= Required work =
Filter the entries, keeping every line with the word "encodeURIComponent".

= Exercise materials =
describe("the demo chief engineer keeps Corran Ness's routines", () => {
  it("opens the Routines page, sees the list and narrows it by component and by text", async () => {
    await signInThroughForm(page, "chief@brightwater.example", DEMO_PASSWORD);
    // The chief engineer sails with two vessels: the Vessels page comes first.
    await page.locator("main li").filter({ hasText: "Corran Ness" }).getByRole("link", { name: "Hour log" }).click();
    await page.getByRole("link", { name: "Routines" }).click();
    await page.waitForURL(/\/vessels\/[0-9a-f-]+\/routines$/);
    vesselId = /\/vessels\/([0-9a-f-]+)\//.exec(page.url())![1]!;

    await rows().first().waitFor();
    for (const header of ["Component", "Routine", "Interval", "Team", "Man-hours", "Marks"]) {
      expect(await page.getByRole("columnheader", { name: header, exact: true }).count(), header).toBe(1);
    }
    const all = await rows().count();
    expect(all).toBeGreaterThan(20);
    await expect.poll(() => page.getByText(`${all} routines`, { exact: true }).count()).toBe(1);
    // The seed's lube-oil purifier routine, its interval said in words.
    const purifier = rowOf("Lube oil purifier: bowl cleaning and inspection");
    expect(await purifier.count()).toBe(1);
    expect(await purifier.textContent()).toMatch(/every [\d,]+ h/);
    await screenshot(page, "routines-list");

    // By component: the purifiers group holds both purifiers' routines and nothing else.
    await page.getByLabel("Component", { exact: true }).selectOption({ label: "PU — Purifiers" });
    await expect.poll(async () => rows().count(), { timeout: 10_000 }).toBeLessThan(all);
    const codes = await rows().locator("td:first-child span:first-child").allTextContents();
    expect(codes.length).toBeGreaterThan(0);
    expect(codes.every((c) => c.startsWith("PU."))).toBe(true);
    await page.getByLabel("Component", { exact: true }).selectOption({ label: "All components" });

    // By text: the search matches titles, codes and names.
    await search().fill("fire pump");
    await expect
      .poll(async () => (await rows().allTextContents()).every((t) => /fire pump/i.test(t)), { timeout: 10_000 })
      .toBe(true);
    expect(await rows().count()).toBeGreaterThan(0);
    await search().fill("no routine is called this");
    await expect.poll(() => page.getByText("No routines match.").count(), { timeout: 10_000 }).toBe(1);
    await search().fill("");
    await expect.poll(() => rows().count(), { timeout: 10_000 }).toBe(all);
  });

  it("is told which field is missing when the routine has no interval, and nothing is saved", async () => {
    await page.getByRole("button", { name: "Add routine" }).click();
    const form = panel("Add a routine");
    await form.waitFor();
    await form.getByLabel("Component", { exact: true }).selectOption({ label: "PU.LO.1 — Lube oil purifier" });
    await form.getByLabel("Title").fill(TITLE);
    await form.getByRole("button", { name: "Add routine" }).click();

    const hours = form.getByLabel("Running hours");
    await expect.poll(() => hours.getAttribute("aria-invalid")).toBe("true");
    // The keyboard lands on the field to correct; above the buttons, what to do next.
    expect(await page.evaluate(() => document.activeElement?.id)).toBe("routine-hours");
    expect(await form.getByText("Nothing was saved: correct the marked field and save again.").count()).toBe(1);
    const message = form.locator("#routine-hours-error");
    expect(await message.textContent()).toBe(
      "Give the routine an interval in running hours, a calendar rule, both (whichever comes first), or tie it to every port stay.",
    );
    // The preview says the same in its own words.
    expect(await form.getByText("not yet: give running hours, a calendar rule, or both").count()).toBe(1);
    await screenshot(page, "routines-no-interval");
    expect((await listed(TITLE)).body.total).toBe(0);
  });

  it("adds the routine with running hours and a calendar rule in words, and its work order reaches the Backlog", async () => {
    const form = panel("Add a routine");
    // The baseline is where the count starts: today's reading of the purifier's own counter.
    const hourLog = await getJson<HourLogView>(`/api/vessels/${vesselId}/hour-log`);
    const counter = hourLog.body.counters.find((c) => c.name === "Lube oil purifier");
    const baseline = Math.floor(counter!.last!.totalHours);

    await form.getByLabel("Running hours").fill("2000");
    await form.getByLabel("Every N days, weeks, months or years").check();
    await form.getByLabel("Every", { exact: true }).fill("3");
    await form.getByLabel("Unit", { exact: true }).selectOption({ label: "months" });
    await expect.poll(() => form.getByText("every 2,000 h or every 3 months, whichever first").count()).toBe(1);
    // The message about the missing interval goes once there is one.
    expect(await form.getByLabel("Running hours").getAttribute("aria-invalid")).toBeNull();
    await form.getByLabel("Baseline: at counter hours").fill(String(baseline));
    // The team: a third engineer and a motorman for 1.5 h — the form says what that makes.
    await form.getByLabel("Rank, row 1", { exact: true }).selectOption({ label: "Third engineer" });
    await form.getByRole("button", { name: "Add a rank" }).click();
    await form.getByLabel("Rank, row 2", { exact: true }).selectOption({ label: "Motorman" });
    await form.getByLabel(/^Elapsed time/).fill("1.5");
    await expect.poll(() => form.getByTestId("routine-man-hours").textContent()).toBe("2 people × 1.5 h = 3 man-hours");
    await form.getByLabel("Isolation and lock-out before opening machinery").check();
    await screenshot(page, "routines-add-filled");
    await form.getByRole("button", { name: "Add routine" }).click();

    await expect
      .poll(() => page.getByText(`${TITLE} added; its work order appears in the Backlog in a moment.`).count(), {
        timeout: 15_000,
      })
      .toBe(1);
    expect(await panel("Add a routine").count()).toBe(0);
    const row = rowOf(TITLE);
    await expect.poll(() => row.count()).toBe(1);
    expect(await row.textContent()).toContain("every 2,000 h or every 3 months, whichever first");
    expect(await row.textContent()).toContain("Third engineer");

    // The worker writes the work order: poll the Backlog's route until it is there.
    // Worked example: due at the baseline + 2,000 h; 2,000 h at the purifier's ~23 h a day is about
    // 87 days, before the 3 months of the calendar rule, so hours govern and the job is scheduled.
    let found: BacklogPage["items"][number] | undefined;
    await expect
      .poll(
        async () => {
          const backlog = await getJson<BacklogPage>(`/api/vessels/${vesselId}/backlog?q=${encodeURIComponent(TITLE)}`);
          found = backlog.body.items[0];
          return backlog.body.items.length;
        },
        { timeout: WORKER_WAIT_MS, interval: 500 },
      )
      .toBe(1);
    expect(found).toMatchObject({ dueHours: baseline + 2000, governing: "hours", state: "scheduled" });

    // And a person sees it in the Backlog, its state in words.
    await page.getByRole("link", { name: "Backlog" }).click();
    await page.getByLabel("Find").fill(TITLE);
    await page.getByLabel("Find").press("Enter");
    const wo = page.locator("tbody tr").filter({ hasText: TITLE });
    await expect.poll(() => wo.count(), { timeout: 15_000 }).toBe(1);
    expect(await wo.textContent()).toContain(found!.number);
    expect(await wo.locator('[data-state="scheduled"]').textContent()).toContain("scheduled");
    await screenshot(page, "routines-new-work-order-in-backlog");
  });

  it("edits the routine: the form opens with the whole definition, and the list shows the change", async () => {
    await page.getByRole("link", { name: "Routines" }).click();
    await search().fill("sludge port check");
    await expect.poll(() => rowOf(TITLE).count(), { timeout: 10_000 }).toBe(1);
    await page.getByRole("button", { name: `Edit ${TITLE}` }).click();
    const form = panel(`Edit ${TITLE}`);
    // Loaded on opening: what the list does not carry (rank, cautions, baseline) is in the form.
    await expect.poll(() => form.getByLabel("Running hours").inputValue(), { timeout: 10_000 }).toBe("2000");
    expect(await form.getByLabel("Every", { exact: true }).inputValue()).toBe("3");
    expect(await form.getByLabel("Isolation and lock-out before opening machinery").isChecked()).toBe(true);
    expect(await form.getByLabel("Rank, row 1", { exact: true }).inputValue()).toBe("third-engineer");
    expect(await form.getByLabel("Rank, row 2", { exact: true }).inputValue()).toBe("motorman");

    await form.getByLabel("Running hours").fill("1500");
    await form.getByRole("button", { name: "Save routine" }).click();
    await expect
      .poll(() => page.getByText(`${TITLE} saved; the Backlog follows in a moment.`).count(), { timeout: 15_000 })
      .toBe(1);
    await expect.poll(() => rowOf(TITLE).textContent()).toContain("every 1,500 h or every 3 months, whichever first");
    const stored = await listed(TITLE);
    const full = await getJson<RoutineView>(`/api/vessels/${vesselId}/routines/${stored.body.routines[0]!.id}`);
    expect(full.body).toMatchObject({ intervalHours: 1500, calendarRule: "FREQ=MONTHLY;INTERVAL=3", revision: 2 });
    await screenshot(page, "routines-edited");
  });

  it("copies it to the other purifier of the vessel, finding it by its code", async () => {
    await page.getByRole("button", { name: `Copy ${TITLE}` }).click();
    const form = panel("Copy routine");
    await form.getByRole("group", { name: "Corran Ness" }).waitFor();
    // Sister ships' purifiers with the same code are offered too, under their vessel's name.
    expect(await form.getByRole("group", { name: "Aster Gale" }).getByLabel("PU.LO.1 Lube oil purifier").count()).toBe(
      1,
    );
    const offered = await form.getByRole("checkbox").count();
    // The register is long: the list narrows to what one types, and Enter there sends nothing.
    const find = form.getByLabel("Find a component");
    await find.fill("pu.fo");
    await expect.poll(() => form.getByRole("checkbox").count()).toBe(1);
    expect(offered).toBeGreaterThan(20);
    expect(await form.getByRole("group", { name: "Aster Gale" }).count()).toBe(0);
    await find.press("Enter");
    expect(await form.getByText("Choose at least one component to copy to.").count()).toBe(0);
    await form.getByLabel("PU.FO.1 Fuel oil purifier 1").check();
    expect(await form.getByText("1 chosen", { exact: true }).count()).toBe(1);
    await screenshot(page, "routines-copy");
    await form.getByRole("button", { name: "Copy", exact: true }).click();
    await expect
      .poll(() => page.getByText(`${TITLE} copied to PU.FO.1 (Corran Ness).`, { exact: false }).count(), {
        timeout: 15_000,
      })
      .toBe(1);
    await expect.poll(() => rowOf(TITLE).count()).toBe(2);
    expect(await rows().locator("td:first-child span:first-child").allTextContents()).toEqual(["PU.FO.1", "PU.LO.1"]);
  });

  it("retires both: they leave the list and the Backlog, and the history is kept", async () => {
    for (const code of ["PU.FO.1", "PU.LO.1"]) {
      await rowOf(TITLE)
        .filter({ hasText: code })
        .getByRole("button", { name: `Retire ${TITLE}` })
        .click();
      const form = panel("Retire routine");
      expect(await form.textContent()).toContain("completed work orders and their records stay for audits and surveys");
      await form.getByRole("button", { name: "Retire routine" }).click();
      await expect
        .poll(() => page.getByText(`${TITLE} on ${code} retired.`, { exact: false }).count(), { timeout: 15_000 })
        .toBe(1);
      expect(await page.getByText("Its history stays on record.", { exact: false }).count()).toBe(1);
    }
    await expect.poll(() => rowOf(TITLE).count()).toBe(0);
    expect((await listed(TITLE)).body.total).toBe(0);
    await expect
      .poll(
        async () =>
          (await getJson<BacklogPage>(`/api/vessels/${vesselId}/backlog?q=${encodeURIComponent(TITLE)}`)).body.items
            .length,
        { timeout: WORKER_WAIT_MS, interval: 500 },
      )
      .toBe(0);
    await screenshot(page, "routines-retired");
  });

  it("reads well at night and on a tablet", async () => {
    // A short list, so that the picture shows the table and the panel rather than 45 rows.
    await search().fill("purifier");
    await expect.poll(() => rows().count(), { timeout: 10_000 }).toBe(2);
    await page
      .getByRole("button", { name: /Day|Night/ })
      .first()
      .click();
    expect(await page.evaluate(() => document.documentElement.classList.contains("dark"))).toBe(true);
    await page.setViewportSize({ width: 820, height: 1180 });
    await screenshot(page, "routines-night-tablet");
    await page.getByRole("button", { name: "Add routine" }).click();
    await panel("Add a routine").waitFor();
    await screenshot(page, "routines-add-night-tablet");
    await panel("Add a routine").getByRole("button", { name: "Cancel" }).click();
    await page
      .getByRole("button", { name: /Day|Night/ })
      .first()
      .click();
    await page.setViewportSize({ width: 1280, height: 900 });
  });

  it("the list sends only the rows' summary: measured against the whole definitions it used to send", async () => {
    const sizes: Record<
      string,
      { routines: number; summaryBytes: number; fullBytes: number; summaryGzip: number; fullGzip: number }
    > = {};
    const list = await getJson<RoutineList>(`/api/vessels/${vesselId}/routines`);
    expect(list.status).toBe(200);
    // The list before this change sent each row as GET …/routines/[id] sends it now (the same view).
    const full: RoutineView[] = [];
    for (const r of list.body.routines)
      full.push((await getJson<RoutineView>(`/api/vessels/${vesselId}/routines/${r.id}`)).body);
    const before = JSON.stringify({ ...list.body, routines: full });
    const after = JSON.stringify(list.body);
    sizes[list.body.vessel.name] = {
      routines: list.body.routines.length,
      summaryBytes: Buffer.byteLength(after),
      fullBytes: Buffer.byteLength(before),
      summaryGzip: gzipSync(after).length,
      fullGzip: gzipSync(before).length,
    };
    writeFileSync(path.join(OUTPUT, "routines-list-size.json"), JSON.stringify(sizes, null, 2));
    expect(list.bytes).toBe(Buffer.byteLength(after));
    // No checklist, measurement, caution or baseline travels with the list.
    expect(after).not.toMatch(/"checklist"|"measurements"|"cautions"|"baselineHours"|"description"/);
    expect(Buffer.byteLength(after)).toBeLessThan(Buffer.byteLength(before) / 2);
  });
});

= Output of the exercise =
          const backlog = await getJson<BacklogPage>(`/api/vessels/${vesselId}/backlog?q=${encodeURIComponent(TITLE)}`);
          (await getJson<BacklogPage>(`/api/vessels/${vesselId}/backlog?q=${encodeURIComponent(TITLE)}`)).body.items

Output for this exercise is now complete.